**Exercise description**
Look through the data below. Collect every line where the word "False" occurs.

**Stored data entries**

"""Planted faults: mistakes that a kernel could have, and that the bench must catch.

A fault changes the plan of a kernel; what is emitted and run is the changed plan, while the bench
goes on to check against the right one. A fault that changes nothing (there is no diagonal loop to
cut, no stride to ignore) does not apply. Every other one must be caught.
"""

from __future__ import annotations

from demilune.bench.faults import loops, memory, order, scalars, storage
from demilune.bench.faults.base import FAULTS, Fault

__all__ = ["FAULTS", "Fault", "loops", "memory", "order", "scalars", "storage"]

...

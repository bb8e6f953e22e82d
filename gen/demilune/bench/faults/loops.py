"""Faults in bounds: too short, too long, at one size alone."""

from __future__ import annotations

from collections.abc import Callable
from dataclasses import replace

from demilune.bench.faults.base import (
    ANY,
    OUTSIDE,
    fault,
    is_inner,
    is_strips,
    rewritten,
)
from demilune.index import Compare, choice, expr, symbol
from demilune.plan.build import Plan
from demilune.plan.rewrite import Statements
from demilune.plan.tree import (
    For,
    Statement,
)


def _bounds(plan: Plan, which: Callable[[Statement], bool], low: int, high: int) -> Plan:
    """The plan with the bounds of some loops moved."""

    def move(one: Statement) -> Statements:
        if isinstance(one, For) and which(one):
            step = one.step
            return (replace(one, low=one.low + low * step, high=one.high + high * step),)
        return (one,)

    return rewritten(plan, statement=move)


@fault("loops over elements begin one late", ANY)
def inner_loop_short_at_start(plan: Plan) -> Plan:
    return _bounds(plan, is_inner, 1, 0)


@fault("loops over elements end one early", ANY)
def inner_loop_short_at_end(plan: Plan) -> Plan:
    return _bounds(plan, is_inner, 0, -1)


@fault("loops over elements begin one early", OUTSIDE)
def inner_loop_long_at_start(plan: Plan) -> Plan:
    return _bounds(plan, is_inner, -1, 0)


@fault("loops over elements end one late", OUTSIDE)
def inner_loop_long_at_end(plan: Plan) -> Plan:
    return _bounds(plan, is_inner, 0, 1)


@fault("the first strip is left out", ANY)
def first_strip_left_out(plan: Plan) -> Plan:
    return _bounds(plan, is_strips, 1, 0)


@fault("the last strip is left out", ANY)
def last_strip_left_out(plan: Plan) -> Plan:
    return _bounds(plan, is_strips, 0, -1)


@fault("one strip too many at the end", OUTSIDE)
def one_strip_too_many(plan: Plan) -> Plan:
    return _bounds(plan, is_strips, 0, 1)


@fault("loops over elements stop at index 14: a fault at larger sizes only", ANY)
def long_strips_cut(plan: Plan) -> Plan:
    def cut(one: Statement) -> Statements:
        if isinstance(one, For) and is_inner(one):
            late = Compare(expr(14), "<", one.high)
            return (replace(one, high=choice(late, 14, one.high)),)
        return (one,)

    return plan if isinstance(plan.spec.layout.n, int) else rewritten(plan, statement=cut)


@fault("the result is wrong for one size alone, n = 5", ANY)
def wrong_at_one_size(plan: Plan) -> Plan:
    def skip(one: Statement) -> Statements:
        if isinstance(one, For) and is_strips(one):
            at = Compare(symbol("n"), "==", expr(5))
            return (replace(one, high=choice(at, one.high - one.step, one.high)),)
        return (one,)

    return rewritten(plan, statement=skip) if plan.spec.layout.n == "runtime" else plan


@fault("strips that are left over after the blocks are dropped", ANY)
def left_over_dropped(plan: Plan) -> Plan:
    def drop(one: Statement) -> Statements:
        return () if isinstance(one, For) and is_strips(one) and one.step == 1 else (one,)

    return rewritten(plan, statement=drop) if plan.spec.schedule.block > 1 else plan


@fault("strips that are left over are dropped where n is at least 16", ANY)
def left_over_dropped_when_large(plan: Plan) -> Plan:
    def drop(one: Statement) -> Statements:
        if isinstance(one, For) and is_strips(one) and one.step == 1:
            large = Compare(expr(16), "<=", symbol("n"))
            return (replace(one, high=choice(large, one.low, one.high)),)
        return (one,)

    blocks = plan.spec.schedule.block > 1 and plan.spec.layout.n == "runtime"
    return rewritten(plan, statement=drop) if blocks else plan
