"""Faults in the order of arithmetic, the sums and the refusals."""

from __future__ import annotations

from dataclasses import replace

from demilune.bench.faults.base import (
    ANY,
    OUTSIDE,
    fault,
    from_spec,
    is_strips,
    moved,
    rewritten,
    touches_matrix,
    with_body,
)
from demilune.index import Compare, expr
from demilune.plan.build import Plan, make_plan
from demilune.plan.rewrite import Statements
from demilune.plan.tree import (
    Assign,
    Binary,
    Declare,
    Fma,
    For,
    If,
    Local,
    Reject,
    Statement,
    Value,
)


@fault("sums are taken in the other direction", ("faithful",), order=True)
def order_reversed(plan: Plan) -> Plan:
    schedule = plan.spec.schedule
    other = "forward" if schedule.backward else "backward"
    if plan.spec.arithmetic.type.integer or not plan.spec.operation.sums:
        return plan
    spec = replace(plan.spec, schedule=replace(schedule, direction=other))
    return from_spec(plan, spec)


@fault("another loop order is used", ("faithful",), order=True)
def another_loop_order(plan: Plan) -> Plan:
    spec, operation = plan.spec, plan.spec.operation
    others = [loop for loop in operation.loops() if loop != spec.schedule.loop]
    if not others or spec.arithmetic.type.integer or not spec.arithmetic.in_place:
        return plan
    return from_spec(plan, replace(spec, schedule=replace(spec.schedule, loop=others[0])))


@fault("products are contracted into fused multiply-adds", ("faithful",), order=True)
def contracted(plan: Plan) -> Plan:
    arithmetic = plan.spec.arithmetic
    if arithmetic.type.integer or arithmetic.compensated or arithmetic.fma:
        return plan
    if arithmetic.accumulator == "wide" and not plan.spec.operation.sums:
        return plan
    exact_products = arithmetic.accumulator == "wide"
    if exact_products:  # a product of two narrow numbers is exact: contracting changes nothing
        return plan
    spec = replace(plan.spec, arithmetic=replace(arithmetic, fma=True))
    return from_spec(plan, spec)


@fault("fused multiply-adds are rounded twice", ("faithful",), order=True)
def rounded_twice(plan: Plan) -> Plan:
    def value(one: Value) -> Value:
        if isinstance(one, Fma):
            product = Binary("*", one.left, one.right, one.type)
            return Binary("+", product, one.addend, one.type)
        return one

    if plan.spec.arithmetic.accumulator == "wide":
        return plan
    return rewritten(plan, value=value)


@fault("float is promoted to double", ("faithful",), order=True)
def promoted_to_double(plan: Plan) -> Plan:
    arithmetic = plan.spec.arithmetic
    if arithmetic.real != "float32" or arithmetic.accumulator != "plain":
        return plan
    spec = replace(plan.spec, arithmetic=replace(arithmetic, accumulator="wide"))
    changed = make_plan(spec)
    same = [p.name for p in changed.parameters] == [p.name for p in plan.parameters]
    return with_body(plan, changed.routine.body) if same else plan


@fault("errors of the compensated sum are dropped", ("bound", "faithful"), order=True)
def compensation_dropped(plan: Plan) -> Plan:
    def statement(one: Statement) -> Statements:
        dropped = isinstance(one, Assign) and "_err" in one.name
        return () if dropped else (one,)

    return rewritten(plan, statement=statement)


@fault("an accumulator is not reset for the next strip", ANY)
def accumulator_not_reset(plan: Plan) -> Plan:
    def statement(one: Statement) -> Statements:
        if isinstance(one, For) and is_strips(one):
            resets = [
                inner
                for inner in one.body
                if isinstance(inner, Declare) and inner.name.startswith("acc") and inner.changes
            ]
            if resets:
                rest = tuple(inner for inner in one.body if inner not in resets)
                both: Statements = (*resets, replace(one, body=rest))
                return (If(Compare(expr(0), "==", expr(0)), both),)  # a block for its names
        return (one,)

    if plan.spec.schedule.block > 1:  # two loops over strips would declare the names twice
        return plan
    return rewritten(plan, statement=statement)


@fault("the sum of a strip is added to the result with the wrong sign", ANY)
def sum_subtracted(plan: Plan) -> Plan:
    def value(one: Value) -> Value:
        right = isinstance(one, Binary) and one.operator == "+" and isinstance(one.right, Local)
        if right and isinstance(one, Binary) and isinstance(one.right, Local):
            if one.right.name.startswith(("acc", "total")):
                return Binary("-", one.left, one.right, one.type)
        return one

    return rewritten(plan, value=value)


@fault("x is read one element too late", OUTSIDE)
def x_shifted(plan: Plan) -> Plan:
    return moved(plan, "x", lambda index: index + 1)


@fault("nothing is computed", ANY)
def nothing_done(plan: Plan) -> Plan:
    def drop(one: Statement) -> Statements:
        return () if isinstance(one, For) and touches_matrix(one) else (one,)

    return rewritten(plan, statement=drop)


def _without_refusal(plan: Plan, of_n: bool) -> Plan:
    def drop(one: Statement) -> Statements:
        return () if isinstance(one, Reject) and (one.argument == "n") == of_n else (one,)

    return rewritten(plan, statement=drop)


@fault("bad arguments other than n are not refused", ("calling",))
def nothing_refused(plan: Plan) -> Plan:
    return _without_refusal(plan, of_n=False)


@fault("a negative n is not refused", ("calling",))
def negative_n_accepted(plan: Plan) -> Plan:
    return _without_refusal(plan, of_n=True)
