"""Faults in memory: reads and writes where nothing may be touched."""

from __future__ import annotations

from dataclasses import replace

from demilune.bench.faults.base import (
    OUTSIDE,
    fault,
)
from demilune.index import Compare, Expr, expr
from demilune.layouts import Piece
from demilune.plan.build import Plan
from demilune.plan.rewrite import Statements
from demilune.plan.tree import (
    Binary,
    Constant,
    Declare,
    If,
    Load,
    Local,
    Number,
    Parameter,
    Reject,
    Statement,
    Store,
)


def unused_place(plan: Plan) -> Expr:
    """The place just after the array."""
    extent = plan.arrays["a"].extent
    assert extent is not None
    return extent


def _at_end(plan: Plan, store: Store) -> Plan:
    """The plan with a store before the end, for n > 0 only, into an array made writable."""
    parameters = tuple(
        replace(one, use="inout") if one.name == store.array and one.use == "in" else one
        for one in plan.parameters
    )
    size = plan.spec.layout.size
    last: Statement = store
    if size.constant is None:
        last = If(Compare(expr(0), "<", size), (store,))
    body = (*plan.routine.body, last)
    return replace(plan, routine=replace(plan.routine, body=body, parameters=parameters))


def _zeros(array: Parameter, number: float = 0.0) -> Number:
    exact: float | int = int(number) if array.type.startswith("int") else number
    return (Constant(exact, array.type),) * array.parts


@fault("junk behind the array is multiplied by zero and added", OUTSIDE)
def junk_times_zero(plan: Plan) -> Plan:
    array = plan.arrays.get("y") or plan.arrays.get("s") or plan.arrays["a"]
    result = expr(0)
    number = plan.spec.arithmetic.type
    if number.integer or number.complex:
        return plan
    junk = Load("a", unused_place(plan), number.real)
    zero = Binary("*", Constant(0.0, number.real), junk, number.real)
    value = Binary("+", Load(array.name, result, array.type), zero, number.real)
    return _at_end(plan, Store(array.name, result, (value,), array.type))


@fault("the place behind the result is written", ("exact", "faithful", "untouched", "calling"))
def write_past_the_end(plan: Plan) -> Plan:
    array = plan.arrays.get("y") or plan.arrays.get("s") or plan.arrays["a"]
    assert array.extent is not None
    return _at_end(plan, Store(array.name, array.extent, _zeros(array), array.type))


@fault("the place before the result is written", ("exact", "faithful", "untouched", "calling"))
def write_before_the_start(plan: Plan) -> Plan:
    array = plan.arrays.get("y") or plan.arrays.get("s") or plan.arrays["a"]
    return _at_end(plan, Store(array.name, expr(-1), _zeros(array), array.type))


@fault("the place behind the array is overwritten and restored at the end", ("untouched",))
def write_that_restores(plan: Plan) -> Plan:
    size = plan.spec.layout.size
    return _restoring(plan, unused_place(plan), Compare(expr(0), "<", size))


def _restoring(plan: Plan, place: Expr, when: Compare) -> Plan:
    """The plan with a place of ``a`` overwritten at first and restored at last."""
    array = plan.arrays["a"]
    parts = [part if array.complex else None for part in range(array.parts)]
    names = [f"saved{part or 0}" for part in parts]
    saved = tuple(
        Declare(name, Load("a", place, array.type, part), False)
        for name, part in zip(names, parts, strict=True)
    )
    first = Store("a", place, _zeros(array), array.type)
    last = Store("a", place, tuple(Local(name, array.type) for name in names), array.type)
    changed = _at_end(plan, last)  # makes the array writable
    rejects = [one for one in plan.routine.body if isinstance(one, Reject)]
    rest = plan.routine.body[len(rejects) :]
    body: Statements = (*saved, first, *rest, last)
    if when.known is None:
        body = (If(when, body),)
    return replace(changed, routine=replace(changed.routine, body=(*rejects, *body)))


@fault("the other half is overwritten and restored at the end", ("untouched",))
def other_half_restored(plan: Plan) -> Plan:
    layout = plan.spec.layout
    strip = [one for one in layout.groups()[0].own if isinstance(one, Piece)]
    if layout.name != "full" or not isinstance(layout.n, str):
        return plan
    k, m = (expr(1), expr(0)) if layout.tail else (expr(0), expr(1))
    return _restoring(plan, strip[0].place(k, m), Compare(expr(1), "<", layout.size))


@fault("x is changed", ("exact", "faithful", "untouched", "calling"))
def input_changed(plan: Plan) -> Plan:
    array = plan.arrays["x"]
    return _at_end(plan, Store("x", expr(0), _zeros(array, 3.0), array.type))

**Response area**
    return _without_refusal(plan, of_n=False)
        Declare(name, Load("a", place, array.type, part), False)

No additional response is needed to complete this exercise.